Francosphères (Jun 2024)
Amadou Cissé on the ‘dangers’ of millet: A microhistory of colonial power, colonized agency, and agricultural knowledge in the schools of colonial Senegal, 1911–14
Abstract
In 1914, a Senegalese school director named Amadou Cissé wrote an article on ‘the dangers of monoculture’ for the colonial French teacher journal, the Bulletin de l’enseignement de l’Afrique occidentale française. In this article, he describes his attempt to convince a small community of Senegalese farmers to adopt more ‘modern’ farming practices, namely, the cultivation of peanuts in a Sahelian region historically dominated by millet farming. An educator seemingly turned farming expert, Cissé’s efforts to change the Sahelian agricultural landscape were met with considerable resistance from local residents. Yet within Cissé’s account of his frustrations emerges an unintentional description of the environmental knowledge systems of colonized populations as well as individual instructor agency in colonial schools. In short, Cissé’s article demonstrates the ways that colonial and colonized communities claimed to know the land around them.
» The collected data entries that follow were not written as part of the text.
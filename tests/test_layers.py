"""The import layers (DEVELOPERS.md, "Layers"): checked by import-linter's own layers contract in .importlinter."""

from __future__ import annotations

from pathlib import Path

from importlinter.cli import lint_imports

import groundkit as gk

CONFIG = Path(__file__).resolve().parents[1] / ".importlinter"


def test_no_module_imports_a_higher_layer():
    assert lint_imports(config_filename=str(CONFIG), no_cache=True, no_logo=True) == 0  # import-linter


def test_the_contract_catches_an_upward_import(tmp_path):
    text = CONFIG.read_text()
    broken = text.replace("    groundkit.device.profile -> groundkit.components\n", "")  # a real upward import left
    assert broken != text
    (tmp_path / "contract.ini").write_text(broken)
    assert lint_imports(config_filename=str(tmp_path / "contract.ini"), no_cache=True, no_logo=True) != 0


def test_lower_layers_display_through_late_bound_providers(h2_bohr):
    assert "<table" in h2_bohr._repr_html_() and isinstance(h2_bohr.pipeline(), gk.Pipeline)
    assert "H2" in gk.Pipeline(h2_bohr).problem()._repr_html_()
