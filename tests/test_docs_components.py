"""docs/components.md: the worked example under 'Adding your own' runs, and its classes work by name."""

from __future__ import annotations

import re
from pathlib import Path

import numpy as np
import openfermion as of
import pytest

import groundkit as gk
from tests import outside_references as outside

ROOT = Path(__file__).resolve().parents[1]


@pytest.fixture(scope="module")
def example():
    text = (ROOT / "docs" / "components.md").read_text(encoding="utf-8")
    section = text[text.index("## Adding your own"):]
    code = re.search(r"```python\n(.*?)```", section, re.DOTALL).group(1)
    namespace: dict = {}
    exec(compile(code, "docs/components.md", "exec"), namespace)
    yield namespace
    gk.unregister("trial_state", "lowest-pairs")
    gk.unregister("mapping", "prefix-parity")


def test_the_documented_example_reaches_full_ci(example):
    exact = outside.pyscf_exact(outside.diatomic("H", "H", 0.7414)).exact
    result = example["result"]
    assert result.converged and result.energy == pytest.approx(exact, abs=1e-9)  # PySCF FCI (reference library)
    assert result.resources.qubits == 1  # internal consistency: tapering removes the symmetry qubits


def test_the_documented_matrix_mapping_is_openfermions_parity_code(example):
    assert np.array_equal(example["prefix_parity_matrix"](8), of.parity_code(8).encoder.toarray())  # OpenFermion
    pipeline = gk.Pipeline(example["h2"]).mapping("prefix-parity")
    built_in = gk.Pipeline(example["h2"]).mapping("parity")
    assert pipeline.qubit_hamiltonian() == built_in.qubit_hamiltonian()  # internal consistency


def test_the_documented_classes_round_trip(example):
    state = example["LowestPairs"](virtuals=2)
    assert gk.component_from_dict(state.to_dict()) == state
    with pytest.raises(gk.ComponentError, match=r"LowestPairs\(virtuals=0\): virtuals must be an integer >= 1"):
        example["LowestPairs"](virtuals=0)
The present article shows how Amadou Cissé’s attempt to disrupt generations of millet farming mirrors the ways that the French colonial system sought, and often failed, to alter the West African landscape. By examining the conflicting narratives at work in Cissé’s article, this study gives insight into the complex intersections of agriculture, education, and epistemological resistance in colonial-era French West Africa.